I have a 14 ft flats boat with a 25 mercury on it. I am looking to get into gigging. I need some suggestions on light set up, best time to go and some area I can try out. It is my and my 7 year old son getting into it. Any advice would be greatly appreciated. I am in Baldwin County not to far from the gulf.


----------



## knot @ Work (Apr 18, 2012)

Welcome to PFF

Zdub


----------



## rob1475 (Sep 5, 2012)

*lights*

i use a 12 volt 100watt bulb soldered to some wire covered with liquid electrical tape and a PVC rig i made up.
bulb goes in the water with two of them it lights up around 20 foot around my jon boat. bulbs are about 5.00 each have them set up with spade plugs for quick change out and no generator noise. batt. last longer then i want to gig for. i have to post a pic latter.


----------



## rob1475 (Sep 5, 2012)

*lights*

i use a 12 volt 100watt bulb soldered to some wire covered with liquid electrical tape and a PVC rig i made up.
bulb goes in the water with two of them it lights up around 20 foot around my jon boat. bulbs are about 5.00 each have them set up with spade plugs for quick change out and no generator noise. batt. last longer then i want to gig for. i have to post a pic latter.


----------



## Beginner's Luck (Aug 23, 2012)

I still like using a 100 watt pole light because it lets you position the light where you want it, and it allows you to work different depths and keep your light a foot or so off the bottom so you can spot the fish better. I like battery power because I don't want to hear a generator all night. I normally use a trolling motor on the transom with a foot switch on the bow for propulsion and I use my gig to steer.
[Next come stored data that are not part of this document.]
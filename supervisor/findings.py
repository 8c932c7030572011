"""Findings of the rules and the verdict they add up to.

A finding is one rule's answer about one dive (or the whole plan): its
severity, a message, the measured value against the limit, the unit, the
citation of the source, and the status of that source.

Verdict (the supervisor's decision stays theirs):

* ``does-not-conform``: any finding is ``fail``;
* ``needs-review``: no fail, but a warning, or anything that could not be
  verified (a finding marked ``verified=False``);
* ``conforms``: none of the above.
"""

from __future__ import annotations

import copy
from collections.abc import Iterable
from dataclasses import dataclass, field, fields, replace
from typing import Any, Literal

Severity = Literal["fail", "warn", "info", "pass"]
Verdict = Literal["conforms", "needs-review", "does-not-conform"]

SEVERITIES: tuple[str, ...] = ("fail", "warn", "info", "pass")
_RANK = {s: i for i, s in enumerate(SEVERITIES)}

#: Source statuses that may, on their own, fail a plan (see DEVELOPERS.md).
CONFIRMED_STATUSES: frozenset[str] = frozenset({"VERIFIED", "COMPUTED"})


@dataclass(frozen=True)
class Finding:
    """One rule's answer.

    Parameters
    ----------
    rule : str
        Rule id, e.g. ``"osha-424-b1"``.
    severity : {"fail", "warn", "info", "pass"}
        How bad it is.
    message : str
        One sentence for the supervisor.
    measured, limit : float, str or None
        The value found in the plan and the limit it was compared with.
    unit : str or None
        Unit of ``measured`` and ``limit``.
    citation : str
        The source of the rule, e.g. ``"29 CFR 1910.424(b)(1)"``.
    dive : str or None
        Dive id, or ``None`` for the whole plan.
    source_status : str or None
        Status of the source: VERIFIED, SECONDARY, OLDER-EDITION, DERIVED,
        FROM MEMORY, COMPUTED, or ``None`` for a company policy or the plan itself.
    verified : bool
        ``False`` when the answer rests on something that could not be verified;
        such a finding makes the verdict at best ``needs-review``.
    family : str
        Rule family that produced it.
    """

    rule: str
    severity: Severity
    message: str
    measured: float | str | None = None
    limit: float | str | None = None
    unit: str | None = None
    citation: str = ""
    dive: str | None = None
    source_status: str | None = None
    verified: bool = True
    family: str = ""
    extra: dict[str, Any] = field(default_factory=dict, compare=False)

    def __post_init__(self) -> None:
        if self.severity not in _RANK:
            raise ValueError(f"severity {self.severity!r}; expected one of {SEVERITIES}")

    def to_json(self) -> dict[str, Any]:
        """Return the finding as a JSON-ready dictionary (contract ``supervisor.check/1``)."""
        out = {name: getattr(self, name) for name in _JSON_FIELDS}
        for k in ("measured", "limit"):
            v = out[k]
            if isinstance(v, float):
                out[k] = round(v, 3)
        if self.extra:
            out.update(copy.deepcopy(self.extra))
        return out


#: Keys of a finding's JSON object, in field order (``extra`` is merged in after them).
_JSON_FIELDS: tuple[str, ...] = tuple(f.name for f in fields(Finding) if f.name != "extra")


def sort_findings(findings: Iterable[Finding]) -> list[Finding]:
    """Return findings worst first; stable within a severity (rule order kept)."""
    return sorted(findings, key=lambda f: _RANK[f.severity])


def one_per_fact(findings: Iterable[Finding]) -> list[Finding]:
    """Keep one finding per dive and fact: the worst; the others' citations go into it.

    Findings that name a fact (``extra["fact"]``, set by rules that may report the same
    fact, such as a missing chamber) are merged per (dive, fact): the most severe one
    stays, in its place, with ``also_cited`` listing the rule and citation of each
    finding it stands for, and the message saying so.  Findings without a fact are
    kept as they are.  An unverified finding among them keeps the merged one
    unverified.

    Parameters
    ----------
    findings : iterable of Finding

    Returns
    -------
    list of Finding
        In the original order, merged findings at the position of the kept one.
    """
    items = list(findings)
    groups: dict[tuple[str | None, str], list[int]] = {}
    for i, f in enumerate(items):
        fact = f.extra.get("fact")
        if fact:
            groups.setdefault((f.dive, str(fact)), []).append(i)
    drop: set[int] = set()
    for idx in groups.values():
        if len(idx) < 2:
            continue
        keep = min(idx, key=lambda i: (_RANK[items[i].severity], i))
        others = [items[i] for i in idx if i != keep]
        k = items[keep]
        also = [{"rule": o.rule, "citation": o.citation, "severity": o.severity} for o in others]
        cites = "; ".join(f"{o.rule}: {o.citation}" for o in others)
        extra = {**k.extra, "also_cited": also}
        items[keep] = replace(k, message=f"{k.message} (also required by {cites})",
                              verified=k.verified and all(o.verified for o in others),
                              extra=extra)
        drop.update(i for i in idx if i != keep)
    return [f for i, f in enumerate(items) if i not in drop]


def counts(findings: Iterable[Finding]) -> dict[str, int]:
    """Return the number of findings per severity."""
    out = dict.fromkeys(SEVERITIES, 0)
    for f in findings:
        out[f.severity] += 1
    return out


def verdict(findings: Iterable[Finding]) -> Verdict:
    """Return the verdict of a set of findings.

    Parameters
    ----------
    findings : iterable of Finding

    Returns
    -------
    {"conforms", "needs-review", "does-not-conform"}
        ``does-not-conform`` for any fail; ``needs-review`` for any warning or
        unverified finding; ``conforms`` otherwise.  An empty set of findings
        is ``needs-review``: nothing was checked.
    """
    items = list(findings)
    if not items:
        return "needs-review"
    if any(f.severity == "fail" for f in items):
        return "does-not-conform"
    if any(f.severity == "warn" or not f.verified for f in items):
        return "needs-review"
    return "conforms"


def could_not_run(
    rule: str, error: BaseException, citation: str = "", family: str = "", dive: str | None = None
) -> Finding:
    """Return the warning that stands in for a rule that raised an exception.

    A rule that cannot run never passes silently: it becomes a ``warn``
    finding so the verdict is at best ``needs-review``.
    """
    why = f"{type(error).__name__}: {error}" if str(error) else type(error).__name__
    return Finding(
        rule=rule,
        severity="warn",
        message=f"rule could not run ({why}); check this item by hand",
        citation=citation,
        dive=dive,
        verified=False,
        family=family,
    )
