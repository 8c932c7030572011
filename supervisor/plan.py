"""The plan file: one diving job written as TOML and validated with pydantic.

A plan holds the job, the unit (stated once), the site conditions, the
recompression chamber, the team, the gas supply, the contractor's policy
limits and the proposed dives.  :func:`load_plan` reads a file and raises
:class:`PlanValidationError` listing every problem as ``(field path, message)``,
for example ``dives[1].stops[0].depth: got -10; expected a depth >= 0 fsw``.
:func:`plan_json_schema` exports the schema (``supervisor plan schema``).

Depths in a plan are in the plan's unit (fsw or msw, both pressure units);
rates are that unit per minute; times are minutes; pressures bar gauge;
volumes litres.

Policy defaults (the contractor's own choice; a plan that breaks its policy
fails):

======================  =================  =============================================
field                   default            source of the default
======================  =================  =============================================
model                   zhl16c             common practice, no source
gf_low, gf_high         30 %, 85 %         common practice, no source
po2_bottom_max_ata      1.4 ata            NOAA working maximum 1.4 ATA (NOAA Diving
                                           Manual; VERIFIED); a default the contractor
                                           did not choose: above it warns, above the
                                           in-water limit fails
po2_decompression_max_  1.6 ata            commercial practice, from memory; guards
ata                                        against oxygen convulsion in the water, so it
                                           fails unless the policy's reference table
                                           itself prescribes oxygen deeper (rules.oxygen)
po2_chamber_max_ata     2.8 ata            Navy treatment practice 2.8 ata (U.S. Navy
                                           Diving Manual Rev 4 Change A; OLDER-EDITION)
po2_min_ata             0.16 ata           hypoxia below 0.16 ata (U.S. Navy Diving
                                           Manual Rev 4 Change A ch. 15; OLDER-EDITION);
                                           physics that kills: fails by default
density_warn/fail       5.2 / 6.2 g/L      Anthony & Mitchell (2016) recommendation,
                                           FROM MEMORY; CO2 retention rising steeply
                                           above about 6 g/L (DAN Alert Diver,
                                           "Performance Under Pressure"; SECONDARY);
                                           the default fail limit only warns: it fails
                                           when the contractor states it
end_max                 100 fsw / 30 msw   common planning ceiling (SECONDARY); the
                                           default only warns, a stated end_max fails
descent_rate_max        75 fsw/min         U.S. Navy Diving Manual ch. 9, from memory
ascent_rate             30 fsw/min         U.S. Navy Diving Manual Rev 4 Change A ch. 9
                                           (OLDER-EDITION)
ascent_rate_min/max     20 / 40 fsw/min    U.S. Navy Diving Manual Rev 4 Change A ch. 14
                                           tolerance (OLDER-EDITION)
stop_step, last_stop    10 fsw / 3 msw     common practice, no source
current_max_kt          1.5 kt             common practice, no source (unset: a current
                                           above it warns; set: it fails)
altitude_wait_*_h       12 / 18 / 24 h     common guidance, FROM MEMORY (tables/limits/
                                           altitude-after-diving.toml); a policy value
                                           shorter than it is never used
surd_chamber_first_     50 / 40 fsw        U.S. Navy Diving Manual Rev 7 ch. 9 surface
depth, surd_chamber_    (15 / 12 msw)      decompression on oxygen (SECONDARY); Rev 4
later_depth                                Change A ch. 14 (OLDER-EDITION); the msw
                                           depths from memory
surd_interval_max_min   5 min              idem (SECONDARY; OLDER-EDITION)
surface_interval_gf_    none: 275 %,       DERIVED from this project's model, no
max                     needs review       published limit (rules.procedure)
======================  =================  =============================================
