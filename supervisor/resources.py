"""Locate bundled data (``tables/`` and ``templates/``) relative to the package.

In an installed wheel the data sits in ``supervisor/_bundled``; in a source
checkout (editable install) it is the project's top-level ``tables/`` and
``templates/``.  Data is never looked up relative to the current directory.
"""

from __future__ import annotations

from pathlib import Path

_PKG = Path(__file__).resolve().parent


def _bundled(name: str) -> Path:
    inside = _PKG / "_bundled" / name
    if inside.is_dir():
        return inside
    source = _PKG.parent / name
    if source.is_dir():
        return source
    raise FileNotFoundError(f"bundled data folder {name!r} not found beside the package")


def tables_dir() -> Path:
    """Return the folder holding the bundled reference tables."""
    return _bundled("tables")


def templates_dir() -> Path:
    """Return the folder holding the bundled checklist and caution templates."""
    return _bundled("templates")
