def _otu(minutes: NDArray, p1: NDArray, p2: NDArray) -> NDArray[np.float64]:
    """Exact UPTD integral over segments with PO2 linear from p1 to p2 [atm] over minutes.

    With x = (PO2 - 0.5)/0.5 linear from x1 to x2 and a = 0.833 + 1, the dose is
    t (x2+^a - x1+^a) / (a (x2 - x1)), x+ = max(x, 0); this also covers a segment that
    crosses 0.5 atm.  For nearby x1, x2 > 0 the difference of powers is written with
    expm1/log1p to avoid cancellation; for x1 = x2 it is t x^0.833.
    """
    a = OTU_EXPONENT + 1.0
    x1 = (p1 - OTU_THRESHOLD_ATM) / OTU_THRESHOLD_ATM
    x2 = (p2 - OTU_THRESHOLD_ATM) / OTU_THRESHOLD_ATM
    lo = np.minimum(x1, x2)
    hi = np.maximum(x1, x2)
    mean = np.zeros_like(lo)
    both = lo > 0.0
    d = np.zeros_like(lo)
    d[both] = (hi[both] - lo[both]) / lo[both]
    near = both & (d <= 1.0) & (d > 0.0)
    far = both & (d > 1.0)
    equal = both & (d == 0.0)
    cross = (lo <= 0.0) & (hi > 0.0)
    mean[equal] = lo[equal] ** OTU_EXPONENT
    mean[near] = lo[near] ** OTU_EXPONENT * np.expm1(a * np.log1p(d[near])) / (a * d[near])
    mean[far] = (hi[far] ** a - lo[far] ** a) / (a * (hi[far] - lo[far]))
    mean[cross] = hi[cross] ** a / (a * (hi[cross] - lo[cross]))
    return minutes * mean
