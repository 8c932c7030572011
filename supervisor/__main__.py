"""``python -m supervisor`` runs the command line."""

from supervisor.cli import main

main()
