class RecordStore:
    """An open record store.

    Parameters
    ----------
    location : Location
        Where it is (:func:`supervisor.records.database.resolve`).
    create : bool
        Create (or upgrade) the schema when needed.  Without it, a missing
        SQLite file or an empty database is refused, so reading never makes a
        store by accident.
    """

    def __init__(self, location: Location, *, create: bool = False) -> None:
        self.location = location
        where = location.display()
        if location.path is not None:
            if location.path.is_dir():
                raise InputError("--db", f"{where} is a folder; expected a database file")
            if not location.path.exists():
                if not create:
                    raise InputError("--db", f"no record store at {where}; add a record first "
                                             "(supervisor records add ...) or give --db")
                if not location.path.parent.is_dir():
                    location.path.parent.mkdir(parents=True, exist_ok=True)
        self.engine = make_engine(location)
        try:
            if create:
                upgrade(self.engine, where)
            else:
                with self.engine.connect() as conn:
                    if check_revision(conn, where) is None:
                        raise InputError("--db", f"{where} holds no record store")
        except DBAPIError as exc:
            self.engine.dispose()
            raise StoreError(f"cannot open the record store {where}: "
                             f"{' '.join(str(exc.orig).split())}") from None
        except BaseException:
            self.engine.dispose()
            raise

    @classmethod
    def open(cls, db: str | None = None, *, create: bool = False) -> RecordStore:
        """Open the store named by ``--db``, ``SUPERVISOR_DB`` or the default."""
        return cls(resolve(db), create=create)

    def close(self) -> None:
        """Release the database connections."""
        self.engine.dispose()

    def __enter__(self) -> RecordStore:
        return self

    def __exit__(self, *exc: object) -> None:
        self.close()

    # -- writing -------------------------------------------------------------

    def _head(self, conn: Connection) -> tuple[int, str]:
        row = conn.execute(
            select(S.records.c.seq, S.records.c.record_hash)
            .order_by(S.records.c.seq.desc()).limit(1)
        ).first()
        return (0, GENESIS) if row is None else (row.seq, row.record_hash)

    def _insert(self, conn: Connection, rec: NewRecord, seq: int, prev: str) -> StoredRecord:
        if rec.kind not in KINDS:
            raise InputError("kind", f"got {rec.kind!r}; expected one of {', '.join(KINDS)}")
        body = canonical_json(rec.body)
        for name, target in (("refers_to", rec.refers_to), ("corrects", rec.corrects)):
            if target is not None and not 1 <= target < seq:
                raise InputError(name, f"record {target} does not exist")
        if rec.corrects is not None:
            old = conn.execute(select(S.records.c.kind)
                               .where(S.records.c.seq == rec.corrects)).scalar_one()
            if old != rec.kind or rec.kind in ("signature", "tombstone"):
                raise InputError("corrects", f"record {rec.corrects} is a {old} record; a "
                                             f"correction has the kind of what it corrects")
        row = {
            "seq": seq, "kind": rec.kind, "created_at": now_utc(),
            "occurred_at": rec.occurred_at, "job": rec.job, "diver": rec.diver,
            "refers_to": rec.refers_to, "corrects": rec.corrects,
            "content_sha256": sha256_hex(body), "prev_hash": prev,
        }
        row["record_hash"] = record_hash(row)
        conn.execute(insert(S.records).values(**row))
        conn.execute(insert(S.record_bodies).values(seq=seq, body=body))
        held = rec.body.get("findings") if rec.kind == "audit" else None
        if held:
            conn.execute(insert(S.findings),
                         [_finding_row(seq, i, f) for i, f in enumerate(held)])
        return StoredRecord(**row, body=json.loads(body))

    def append_batch(self, items: Iterable[Item],
                     _after_each: Callable[[StoredRecord], None] | None = None
                     ) -> list[StoredRecord]:
        """Append records in one transaction: all of them, or none.

        Parameters
        ----------
        items : iterable of NewRecord or callable
            The records, in order.  A callable receives the records already
            appended by this batch and returns the next one (so a plan can
            refer to the job record written just before it).
        _after_each : callable, optional
            Test hook, called after each insert inside the transaction.

        Returns
        -------
        list of StoredRecord
        """
        try:
            with self.engine.begin() as conn:
                conn.execute(update(S.chain_lock).where(S.chain_lock.c.id == 1)
                             .values(writes=S.chain_lock.c.writes + 1))
                seq, prev = self._head(conn)
                done: list[StoredRecord] = []
                for item in items:
                    rec = item(done) if callable(item) else item
                    seq += 1
                    stored = self._insert(conn, rec, seq, prev)
                    prev = stored.record_hash
                    done.append(stored)
                    if _after_each is not None:
                        _after_each(stored)
                return done
        except IntegrityError as exc:
            raise StoreError(f"the record store refused the write: "
                             f"{' '.join(str(exc.orig).split())}") from None
        except OperationalError as exc:
            raise StoreError(f"cannot write to the record store {self.location.display()}: "
                             f"{' '.join(str(exc.orig).split())}") from None

    def append(self, rec: NewRecord) -> StoredRecord:
        """Append one record; see :meth:`append_batch`."""
        return self.append_batch([rec])[0]

    @_database_errors
    def purge(self, tombstone: NewRecord, seqs: Sequence[int]) -> StoredRecord:
        """Chain a tombstone, then remove the bodies (and findings) it names, in one transaction.

        Parameters
        ----------
        tombstone : NewRecord
            A ``tombstone`` record whose body lists the removed records.
        seqs : sequence of int
            The records whose bodies are removed.

        Returns
        -------
        StoredRecord
            The tombstone.
        """
        if tombstone.kind != "tombstone":
            raise InputError("purge", "a purge is announced by a tombstone record")
        with self.engine.begin() as conn:
            conn.execute(update(S.chain_lock).where(S.chain_lock.c.id == 1)
                         .values(writes=S.chain_lock.c.writes + 1))
            seq, prev = self._head(conn)
            stone = self._insert(conn, tombstone, seq + 1, prev)
            if seqs:
                conn.execute(insert(S.purges),
                             [{"seq": s, "tombstone": stone.seq} for s in seqs])
                for s in seqs:
                    conn.execute(S.findings.delete().where(S.findings.c.seq == s))
                    conn.execute(S.record_bodies.delete().where(S.record_bodies.c.seq == s))
        return stone

    # -- reading -------------------------------------------------------------

    def _select(self) -> Any:
        return (select(S.records, S.record_bodies.c.body)
                .select_from(S.records.outerjoin(S.record_bodies,
                                                 S.records.c.seq == S.record_bodies.c.seq)))

    @_database_errors
    def get(self, seq: int) -> StoredRecord:
        """One record by sequence number.

        Raises
        ------
        InputError
            If there is no such record.
        """
        with self.engine.connect() as conn:
            row = conn.execute(self._select().where(S.records.c.seq == seq)).first()
        if row is None:
            raise InputError("SEQ", f"no record {seq} in {self.location.display()}")
        return _stored(row, row.body)

    @_database_errors
    def records(self, *, kind: str | None = None, diver: str | None = None,
                job: str | None = None, refers_to: int | None = None) -> list[StoredRecord]:
        """Records in chain order, optionally only of one kind, diver, job or parent."""
        q = self._select()
        conds = []
        if kind is not None:
            conds.append(S.records.c.kind == kind)
        if diver is not None:
            conds.append(S.records.c.diver == diver)
        if job is not None:
            conds.append(S.records.c.job == job)
        if refers_to is not None:
            conds.append(S.records.c.refers_to == refers_to)
        if conds:
            q = q.where(and_(*conds))
        with self.engine.connect() as conn:
            rows = conn.execute(q.order_by(S.records.c.seq)).all()
        return [_stored(r, r.body) for r in rows]

    @_database_errors
    def count(self) -> int:
        """Number of records in the chain."""
        with self.engine.connect() as conn:
            return int(conn.execute(select(func.count()).select_from(S.records)).scalar_one())

    @_database_errors
    def findings(self, seq: int) -> list[dict[str, Any]]:
        """The findings rows of an audit record, in the check's findings form."""
        with self.engine.connect() as conn:
            rows = conn.execute(select(S.findings).where(S.findings.c.seq == seq)
                                .order_by(S.findings.c.position)).all()
        return [finding_from_row(r) for r in rows]

    @_database_errors
    def corrected_by(self) -> dict[int, int]:
        """For each corrected record, the newest record that corrects it."""
        with self.engine.connect() as conn:
            rows = conn.execute(select(S.records.c.seq, S.records.c.corrects)
                                .where(S.records.c.corrects.is_not(None))
                                .order_by(S.records.c.seq)).all()
        return {r.corrects: r.seq for r in rows}

    def iter_chain(self, conn: Connection) -> Iterator[tuple[dict[str, Any], str | None]]:
        """Rows and bodies in chain order, a page at a time, on one connection."""
        last = 0
        while True:
            rows = conn.execute(self._select().where(S.records.c.seq > last)
                                .order_by(S.records.c.seq).limit(_PAGE)).all()
            if not rows:
                return
            for r in rows:
                cols = {c: getattr(r, c) for c in (*S.HASHED_COLUMNS, "record_hash")}
                yield cols, r.body
            last = rows[-1].seq

    def _removed(self, conn: Connection) -> dict[int, str]:
        out: dict[int, str] = {}
        rows = conn.execute(
            select(S.record_bodies.c.body).select_from(
                S.records.join(S.record_bodies, S.records.c.seq == S.record_bodies.c.seq))
            .where(S.records.c.kind == "tombstone")).all()
        for (body,) in rows:
            try:
                for item in json.loads(body).get("removed", []):
                    out[int(item["seq"])] = str(item["content_sha256"])
            except (ValueError, KeyError, TypeError, AttributeError):
                continue  # a damaged tombstone fails at its own place in the walk
        return out

    @_database_errors
    def verify(self) -> ChainReport:
        """Walk the whole chain (hashes, links, bodies, findings rows) in one snapshot."""
        with self.engine.begin() as conn:
            removed = self._removed(conn)
            rows_by_seq: dict[int, list[dict[str, Any]]] = {}
            for r in conn.execute(select(S.findings).order_by(S.findings.c.seq,
                                                              S.findings.c.position)):
                rows_by_seq.setdefault(r.seq, []).append(finding_from_row(r))

            def findings_ok(row: dict[str, Any], body: str) -> str | None:
                held = json.loads(body).get("findings") if row["kind"] == "audit" else None
                table = rows_by_seq.pop(row["seq"], [])
                if row["kind"] != "audit":
                    return "findings rows are attached to a record that is not an audit" \
                        if table else None
                try:
                    want = [normalise_finding(f, i) for i, f in enumerate(held or [])]
                except InputError:
                    return "the findings in its content are not in the findings form"
                if canonical_json(table) != canonical_json(want):
                    return "its findings rows do not match the findings in its content"
                return None

            report = walk(self.iter_chain(conn), removed, findings_ok)
            if report.intact and rows_by_seq:
                first = min(rows_by_seq)
                report.first_bad = first
                report.problem = "findings rows belong to no record of the chain"
        return report
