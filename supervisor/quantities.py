"""Gas quantities in the plan's unit system: one system per plan.

An fsw plan prints gauge pressures in psig, free-gas volumes in scf and flows in
scfm (the Navy's breathing rates in acfm); an msw plan prints bar, litres and
litres per minute.  Inside the package volumes are litres, flows litres per
minute and pressures bar; these helpers convert at the edge.  A figure that a
source states in the other system is shown converted, with the stated figure in
parentheses (:meth:`UnitSystem.stated_psig`).

References
----------
.. [1] NIST Special Publication 811 (2008), Appendix B: 1 ft³ = 0.028316846592 m³,
       1 psi = 6894.757 Pa.
"""

from __future__ import annotations

from dataclasses import dataclass

from supervisor import constants as C

#: Litres in one cubic foot [L/ft³]: the international foot (NIST SP 811), 28.316846592 L.
LITRES_PER_CUBIC_FOOT: float = 1000.0 / C.FT_PER_M**3


@dataclass(frozen=True)
class UnitSystem:
    """Formatting of gas quantities for a plan.

    Parameters
    ----------
    depth : {"fsw", "msw"}
        The plan's depth unit; fsw plans use imperial gas units, msw plans metric.
    """

    depth: str

    @property
    def imperial(self) -> bool:
        """Whether the plan is in fsw (psig, scf)."""
        return self.depth == "fsw"

    @property
    def gas_unit(self) -> str:
        """Free-gas volume unit: ``scf`` or ``L``."""
        return "scf" if self.imperial else "L"

    @property
    def flow_unit(self) -> str:
        """Free-gas flow unit: ``scfm`` or ``L/min``."""
        return "scfm" if self.imperial else "L/min"

    @property
    def gauge_unit(self) -> str:
        """Gauge pressure unit: ``psig`` or ``bar``."""
        return "psig" if self.imperial else "bar"

    def to_gas(self, litres: float) -> float:
        """A free-gas volume [L] in the plan's unit."""
        return litres / LITRES_PER_CUBIC_FOOT if self.imperial else litres

    def to_flow(self, lpm: float) -> float:
        """A free-gas flow [L/min] in the plan's unit."""
        return lpm / LITRES_PER_CUBIC_FOOT if self.imperial else lpm

    def to_gauge(self, bar_gauge: float) -> float:
        """A gauge pressure [bar] in the plan's unit."""
        return bar_gauge / C.BAR_PER_PSI if self.imperial else bar_gauge

    def show_gas(self, litres: float) -> str:
        """``"2010 scf"`` or ``"56909 L"``."""
        return f"{self.to_gas(litres):.0f} {self.gas_unit}"

    def show_flow(self, lpm: float) -> str:
        """``"12.2 scfm"`` or ``"344 L/min"``."""
        v = self.to_flow(lpm)
        return f"{v:.1f} {self.flow_unit}" if self.imperial else f"{v:.0f} {self.flow_unit}"

    def show_rmv(self, lpm: float) -> str:
        """A breathing rate at depth: ``"1.4 acfm"`` or ``"39.6 L/min"``."""
        if self.imperial:
            return f"{lpm / LITRES_PER_CUBIC_FOOT:.1f} acfm"
        return f"{lpm:.1f} L/min"

    def show_pressure(self, bar_gauge: float) -> str:
        """``"2901 psig"`` or ``"200 bar"`` (gauge)."""
        v = self.to_gauge(bar_gauge)
        return f"{v:.0f} psig" if self.imperial else f"{round(v, 1):g} bar"

    def stated_psig(self, psig: float) -> str:
        """A pressure stated in psig: as is for fsw plans, else ``"7.4 bar (108 psig)"``."""
        if self.imperial:
            return f"{psig:.0f} psig"
        return f"{round(psig * C.BAR_PER_PSI, 1):g} bar ({psig:.0f} psig)"

    def stated_scf(self, scf: float) -> str:
        """A volume a source states in scf: as is for fsw plans, else ``"557 L (19.7 scf)"``."""
        if self.imperial:
            return f"{scf:.1f} scf"
        return f"{scf * LITRES_PER_CUBIC_FOOT:.0f} L ({scf:.1f} scf)"


#: What a negative gradient factor means, said wherever one is printed.
NEGATIVE_GF_NOTE = ("below 0 %: the compartment holds less inert gas than the surrounding "
                    "pressure (undersaturated)")


def gf_percent_value(percent: float) -> float:
    """The one rounding of a gradient factor for the record: 0.1 % (the check JSON's figure)."""
    return round(float(percent) + 0.0, 1)


def gf_percent_text(percent: float) -> str:
    """A gradient factor as printed everywhere (text, PDF, chart): whole percent.

    Rounds the record's figure (:func:`gf_percent_value`) half up, so one quantity
    never prints as "166 %" in one place and "165 %" in another.  A negative value
    carries its explanation.

    Parameters
    ----------
    percent : float
        Supersaturation as a percentage of the M-value gradient [%].

    Returns
    -------
    str
        E.g. ``"83 %"``; ``"-12 % (below 0 %: ...)"``.
    """
    from decimal import ROUND_HALF_UP, Decimal

    v = Decimal(repr(gf_percent_value(percent))).quantize(Decimal("1"), ROUND_HALF_UP)
    text = f"{int(v)} %"
    return f"{text} ({NEGATIVE_GF_NOTE})" if v < 0 else text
This is a very cost efficient, yet productive method.


----------



## fish styx (Jan 29, 2010)

Don't listen to them go get you some starfire twos they run off a twelve volt batter 250,000 candle power and they are twenty dollars a piece put out a good 15 ft radius extremely bright and there water proof last a couple years I start going at end of September and gig about 30 on average a nite and I'm walking not using a boat


----------